# Found white pigeon/dove (not sure) no band



## chapinota (Aug 2, 2012)

I found a white dove or pigeon im not sure which it is or the difference she/he is beautiful and well kept dosent look wild to me and didnt fly away at all when I approached and picked her/him up which makes me think she/he was owned by someone because its clear she/he has been handled before! 
Dosent have a band on her/his foot so no way to figure out who owns her/him as ive read? i'm thinking of keeping her any advice I put her in a fairly large cage we had at the moment with some wild bird seed and water, seems fine. I live in Southern California (San Fernando Valley).
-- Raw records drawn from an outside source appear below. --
#[cfg(test)]
mod tests {
    use super::*;
    use crate::cancel::{RunLimits, Steps};
    use crate::geometry::random::SplitMix64;

    /// A random set-covering instance: `n` points, `m` columns, each point in a few columns.
    fn instance(rng: &mut SplitMix64, n: usize, m: usize) -> Incidence {
        let mut by_site = vec![Vec::new(); m];
        for a in 0..n {
            // Every point in at least one column, and in each other with probability 1/4.
            let mut home = vec![rng.below(m)];
            home.extend((0..m).filter(|_| rng.next_f64() < 0.25));
            home.sort_unstable();
            home.dedup();
            home.iter().for_each(|&j| by_site[j].push(a));
        }
        let mut by_point = vec![Vec::new(); n];
        for (j, set) in by_site.iter().enumerate() {
            set.iter().for_each(|&a| by_point[a].push(j));
        }
        Incidence { by_point, by_site }
    }

    #[test]
    fn covers_match_brute_force_and_are_irredundant() {
        let mut rng = SplitMix64::new(11);
        let limits = RunLimits::default();
        let clock = limits.clock();
        for _ in 0..40 {
            let (n, m) = (24, 14);
            let inc = instance(&mut rng, n, m);
            // Brute force over every subset of columns (independent of the search).
            let mask_of = |j: usize| inc.by_site[j].iter().fold(0u32, |acc, &a| acc | 1 << a);
            let all = (1u32 << n) - 1;
            let optimum = (0u32..1 << m)
                .filter(|&s| (0..m).filter(|&j| s >> j & 1 == 1).fold(0, |acc, j| acc | mask_of(j)) == all)
                .map(u32::count_ones)
                .min()
                .unwrap() as usize;
            let covering = Covering::new(&inc).unwrap();
            let start = inc.greedy();
            let mut steps = Steps::new(&clock.watch, 1);
            let found = covering.search(&start, 0, 500, &clock, &mut steps);
            assert!(
                found.bound <= optimum && optimum <= found.cover.len(),
                "{} {optimum} {}",
                found.bound,
                found.cover.len()
            );
            assert!(found.cover.len() <= optimum + 1, "{} against {optimum}", found.cover.len());
            let mut count = vec![0; n];
            found.cover.iter().for_each(|&j| inc.by_site[j].iter().for_each(|&a| count[a] += 1));
            assert!(count.iter().all(|&c| c > 0), "a point is left uncovered");
            for &j in &found.cover {
                assert!(inc.by_site[j].iter().any(|&a| count[a] == 1), "column {j} is redundant");
            }
        }
    }
}
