/// The grouped allocation behind [`nearest_site_grouped_watched`] with any per-group `kernel`
/// of [`allocate_watched`]'s form (the geodesic family passes its own): every group's points
/// go to the sites of their label, and site indices come back as rows of the whole site set.
/// The run is watched by a [`GroupWatch`] on `watch`: every point planned at the start, each
/// group's kernel counting its own points on the watch as it goes.
#[allow(clippy::too_many_arguments)]
pub(crate) fn grouped_by_kernel(
    points: &[Point],
    weights: Weights<'_>,
    labels: &[i64],
    sites: &[Point],
    site_labels: &[i64],
    on_error: OnGroupError,
    watch: &Watch,
    kernel: impl Fn(&[Point], &[Point], Weights<'_>, &Watch) -> Result<Allocation> + Sync,
) -> Result<SiteAllocations> {
    let groups = GroupWatch::new(watch, points.len());
    let (grouped, points, sites) =
        run_paired(points, weights, labels, "sites", sites, site_labels, on_error, |group, served| {
            if group.points.is_empty() {
                let k = served.points.len();
                let (load, count) = (vec![0.0; k], vec![0; k]);
                return Ok(Allocation { index: vec![], distance: vec![], load, count, cost: 0.0, total_load: 0.0 });
            }
            let allocation = groups
                .counting(group.points.len(), |watch| kernel(group.points, served.points, group.weights, watch))?;
            Ok(allocation.in_rows(served.members))
        })?;
    Ok(SiteAllocations { grouped, points, sites })
}

impl Allocation {
    /// The allocation with its site indices mapped to rows of a larger set of sites:
    /// `rows[j]` is the row of site `j`.
    fn in_rows(mut self, rows: &[usize]) -> Allocation {
        self.index.iter_mut().for_each(|j| *j = rows[*j]);
        self
    }
}

/// [`nearest_site`] with a prebuilt site index and already-validated points and weights
/// (for solvers that allocate the same demand to changing sites many times).
pub fn allocate(points: &[Point], sites: &SiteIndex, weights: Weights<'_>) -> Allocation {
    assign(points, sites, weights, &Watch::new()).expect("a watch nobody holds is never cancelled")
}
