/// Run `kernel` on the checked costs and weights, watched by `limits` (Ctrl-C and
/// `progress` reach it while it runs). `costs` is a dense `(n, m)` array, or a
/// tagged tuple from the Python layer: `("csr", offsets, columns, values, n, m)` for the
/// allowed pairs of a sparse matrix, `("planar", points, candidates)` for straight-line
/// costs (held densely only when small; see `with_planar_costs`).
fn with_costs<'py, T: Send>(
    py: Python<'py>,
    costs: &Bound<'py, PyAny>,
    weights: Option<&Bound<'py, PyAny>>,
    (limits, progress): (&RunLimits, &mut Progress<'py>),
    kernel: impl FnOnce(&Costs<'_>, Weights<'_>) -> crate::Result<T> + Send,
) -> PyResult<T> {
    let watch = &limits.watch;
    let weights = weights_arg(weights, "weights")?;
    let w = weights.as_ref().map(|w| w.as_slice()).transpose()?;
    if let Ok(tagged) = costs.cast::<PyTuple>() {
        let tag: String = tagged.get_item(0)?.extract()?;
        if tag == "csr" && tagged.len() == 6 {
            let offsets = index_vec(&tagged.get_item(1)?, "row offset")?;
            let indices = index_vec(&tagged.get_item(2)?, "column")?;
            let numpy = py.import("numpy")?;
            let data = numpy.call_method1("ascontiguousarray", (tagged.get_item(3)?, "float64"))?;
            let data: PyReadonlyArray1<'_, f64> = data.cast_into::<PyArray1<f64>>()?.readonly();
            let (rows, columns): (usize, usize) = (tagged.get_item(4)?.extract()?, tagged.get_item(5)?.extract()?);
            let values = data.as_slice()?;
            return run_watched(py, watch, progress, || {
                let source = SparseCosts::new(&offsets, &indices, values, rows, columns)?;
                kernel(&Costs::from(source), Weights::from_option(w))
            });
        }
        if tag == "planar" && (3..=4).contains(&tagged.len()) {
            // An optional fourth item names the columns as the caller's argument: "sites"
            // when the caller's existing sites serve as the candidates.
            let name = match tagged.get_item(3).ok().map(|n| n.extract::<String>()).transpose()?.as_deref() {
                None | Some("candidates") => "candidates",
                Some("sites") => "sites",
                Some(other) => return Err(argument_error("costs", format!("unknown name of the columns: {other:?}"))),
            };
            let pts = points_arg(&tagged.get_item(1)?, "points")?;
            let cands = points_arg(&tagged.get_item(2)?, name)?;
            let (a, b) = (as_point_slice(&pts), as_point_slice(&cands));
            return run_watched(py, watch, progress, || {
                // The kernel checks the columns as "candidates": checked first under the caller's name.
                validate_points("points", a, 1)?;
                validate_points(name, b, 1)?;
                // Refusals in the coordinates' terms: a candidate's row and distance, not a
                // column and a cost of a matrix the caller never wrote.
                with_planar_costs(a, b, |c| kernel(c, Weights::from_option(w))).map_err(|e| e.on_coordinates(name))
            });
        }
        return Err(argument_error("costs", "costs must be a matrix of shape (n, m)".to_string()));
    }
    let array = costs_arg(costs)?;
    let (rows, columns) = (array.shape()[0], array.shape()[1]);
    let values = array.as_slice()?;
    run_watched(py, watch, progress, || {
        kernel(&Costs::from(CostMatrix::new(values, rows, columns)?), Weights::from_option(w))
    })
}

/// The Euclidean cost matrix `(n, m)` from points to candidates.
#[pyfunction]
fn discrete_euclidean_costs<'py>(
    py: Python<'py>,
    points: &Bound<'py, PyAny>,
    candidates: &Bound<'py, PyAny>,
) -> PyResult<Bound<'py, PyArray2<f64>>> {
    let pts = points_arg(points, "points")?;
    let cands = points_arg(candidates, "candidates")?;
    let (a, b) = (as_point_slice(&pts), as_point_slice(&cands));
    let values = run_detached(py, || euclidean_costs(a, b))?;
    PyArray1::from_vec(py, values).reshape([a.len(), b.len()])
}

/// Candidate sites for coverage anywhere in the plane within `radius` of `points` (the
/// finite dominating set), `(k, 2)`, beside existing sites at `fixed` (those adding nothing
/// to them left out); refused (naming `time_limit`) when the time passes before the set is
/// complete, as a partial set does not dominate.
#[pyfunction]
#[pyo3(signature = (points, radius, time_limit=None, fixed=None))]
fn discrete_circle_candidates<'py>(
    py: Python<'py>,
    points: &Bound<'py, PyAny>,
    radius: &Bound<'py, PyAny>,
    time_limit: Option<&Bound<'py, PyAny>>,
    fixed: Option<&Bound<'py, PyAny>>,
) -> PyResult<Bound<'py, PyArray2<f64>>> {
    let radius = radius_arg(radius)?;
    let (limits, mut progress) = watched(time_limit, None, "candidates")?;
    let pts = points_arg(points, "points")?;
    let a = as_point_slice(&pts);
    let held = fixed.map(|f| points_arg(f, "fixed")).transpose()?;
    let f = held.as_ref().map_or(&[][..], |h| as_point_slice(h));
    let out = run_watched(py, &limits.watch, &mut progress, || {
        circle_intersections(a, f, radius, MAX_DOMINATING_CANDIDATES, &limits)
    })?;
    let k = out.len();
    PyArray1::from_vec(py, out.into_iter().flatten().collect()).reshape([k, 2])
}

/// Candidate columns `values` (`fixed` or `sites`) checked as the models check them: a
/// one-dimensional sequence of distinct integers below `columns`, as int64. For callers
/// that renumber the candidates before a model runs (a region's filter).
#[pyfunction]
#[pyo3(signature = (values, argument, columns))]
fn discrete_columns<'py>(
    py: Python<'py>,
    values: Option<&Bound<'py, PyAny>>,
    argument: &str,
    columns: usize,
) -> PyResult<Bound<'py, PyArray1<i64>>> {
    let argument: &'static str = match argument {
        "fixed" => "fixed",
        "sites" => "sites",
        other => return Err(argument_error("argument", format!("unknown candidate argument {other:?}"))),
    };
    let chosen = columns_arg(values, argument)?;
    check_sites(argument, &chosen, columns)?;
    Ok(PyArray1::from_vec(py, index_values(chosen)))
}

/// Fields: the service (open, fixed, assignment, cost, load, count, totals, coverage).
#[pyfunction]
#[pyo3(signature = (costs, weights, sites, radius))]
fn discrete_evaluate<'py>(
    py: Python<'py>,
    costs: &Bound<'py, PyAny>,
    weights: Option<&Bound<'py, PyAny>>,
    sites: &Bound<'py, PyAny>,
    radius: Option<&Bound<'py, PyAny>>,
) -> PyResult<Bound<'py, PyDict>> {
    let radius = optional_float_arg(radius, "radius", "finite and > 0", |r| r.is_finite() && r > 0.0)?;
    let sites = columns_arg(Some(sites), "sites")?;
    let quiet = (&RunLimits::default(), &mut Progress::Off);
    let s = with_costs(py, costs, weights, quiet, |c, w| evaluate_sites(c, w, &sites, radius))?;
    Ok(service(py, Fields::new(py), &s)?.done())
}

/// Fields: the service, lower_bound, relative_gap, swaps, bound_iterations.
#[pyfunction]
#[pyo3(signature = (costs, p, weights, fixed, bound_iterations, search_rounds, time_limit=None, progress=None, branch_iterations=None, seed=None))]
#[allow(clippy::too_many_arguments)]
fn discrete_p_median_single<'py>(
    py: Python<'py>,
    costs: &Bound<'py, PyAny>,
    p: &Bound<'py, PyAny>,
    weights: Option<&Bound<'py, PyAny>>,
    fixed: Option<&Bound<'py, PyAny>>,
    bound_iterations: &Bound<'py, PyAny>,
    search_rounds: &Bound<'py, PyAny>,
    time_limit: Option<&Bound<'py, PyAny>>,
    progress: Option<&Bound<'py, PyAny>>,
    branch_iterations: Option<&Bound<'py, PyAny>>,
    seed: Option<&Bound<'py, PyAny>>,
) -> PyResult<Bound<'py, PyDict>> {
    let p = count_arg(p, "p", 1, usize::MAX)?;
    let (limits, mut progress) = watched(time_limit, progress, "p_median")?;
    let branch_iterations = match branch_iterations {
        Some(b) if !b.is_none() => Some(count_arg(b, "branch_iterations", 0, usize::MAX)?),
        _ => None,
    };
    let options = DiscreteMedianOptions {
        bound_iterations: count_arg(bound_iterations, "bound_iterations", 0, usize::MAX)?,
        search_rounds: count_arg(search_rounds, "search_rounds", 0, usize::MAX)?,
        branch_iterations,
        seed: seed.map(seed_arg).transpose()?.unwrap_or(0),
        limits,
        ..Default::default()
    };
    let fixed = columns_arg(fixed, "fixed")?;
    let watched = (&options.limits, &mut progress);
    let r = with_costs(py, costs, weights, watched, |c, w| discrete_p_median(c, w, p, &fixed, &options))?;
    Ok(service(py, Fields::new(py), &r.service)?
        .put("lower_bound", r.lower_bound)?
        .put("relative_gap", r.relative_gap)?
        .put("swaps", r.swaps)?
        .put("bound_iterations", r.bound_iterations)?
        .put("branch_nodes", r.branch_nodes)?
        .done())
}

/// Fields: the service, lower_bound, relative_gap.
#[pyfunction]
#[pyo3(signature = (costs, p, weights, fixed, time_limit=None, progress=None))]
fn discrete_p_center_single<'py>(
    py: Python<'py>,
    costs: &Bound<'py, PyAny>,
    p: &Bound<'py, PyAny>,
    weights: Option<&Bound<'py, PyAny>>,
    fixed: Option<&Bound<'py, PyAny>>,
    time_limit: Option<&Bound<'py, PyAny>>,
    progress: Option<&Bound<'py, PyAny>>,
) -> PyResult<Bound<'py, PyDict>> {
    let p = count_arg(p, "p", 1, usize::MAX)?;
    let (limits, mut progress) = watched(time_limit, progress, "p_center")?;
    let fixed = columns_arg(fixed, "fixed")?;
    let r =
        with_costs(py, costs, weights, (&limits, &mut progress), |c, w| discrete_p_center(c, w, p, &fixed, &limits))?;
    Ok(service(py, Fields::new(py), &r.service)?
        .put("lower_bound", r.lower_bound)?
        .put("relative_gap", r.relative_gap)?
        .done())
}

/// Fields: the service (with coverage), chosen, lower_bound, relative_gap.
#[pyfunction]
#[pyo3(signature = (costs, radius, weights, fixed, time_limit=None, progress=None))]
fn discrete_cover_all<'py>(
    py: Python<'py>,
    costs: &Bound<'py, PyAny>,
    radius: &Bound<'py, PyAny>,
    weights: Option<&Bound<'py, PyAny>>,
    fixed: Option<&Bound<'py, PyAny>>,
    time_limit: Option<&Bound<'py, PyAny>>,
    progress: Option<&Bound<'py, PyAny>>,
) -> PyResult<Bound<'py, PyDict>> {
    let radius = radius_arg(radius)?;
    let (limits, mut progress) = watched(time_limit, progress, "cover_all")?;
    let fixed = columns_arg(fixed, "fixed")?;
    let r = with_costs(py, costs, weights, (&limits, &mut progress), |c, w| cover_all(c, w, radius, &fixed, &limits))?;
    Ok(service(py, Fields::new(py), &r.service)?
        .put("chosen", r.chosen)?
        .put("lower_bound", r.lower_bound)?
        .put("relative_gap", r.relative_gap)?
        .done())
}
Suggestions please!!















[email protected]


----------



## spirit wings (Mar 29, 2008)

you have a sweet little white ring neck dove, here is a link to help you with her..or him.
http://www.internationaldovesociety.com/tips.htm


----------



## chapinota (Aug 2, 2012)

*Thanks!*

Thanks for the link! Does it look ok to you ? It seems healthy just don't know may take it to a vet to get it checked out!


----------



## MaryOfExeter (Sep 30, 2007)

Looks healthy to me  Pretty bird! Ringneck doves are domestic birds so definitely got loose or was dumped by someone. It wouldn't last long outside on its own. It's lucky it found you before something could happen


----------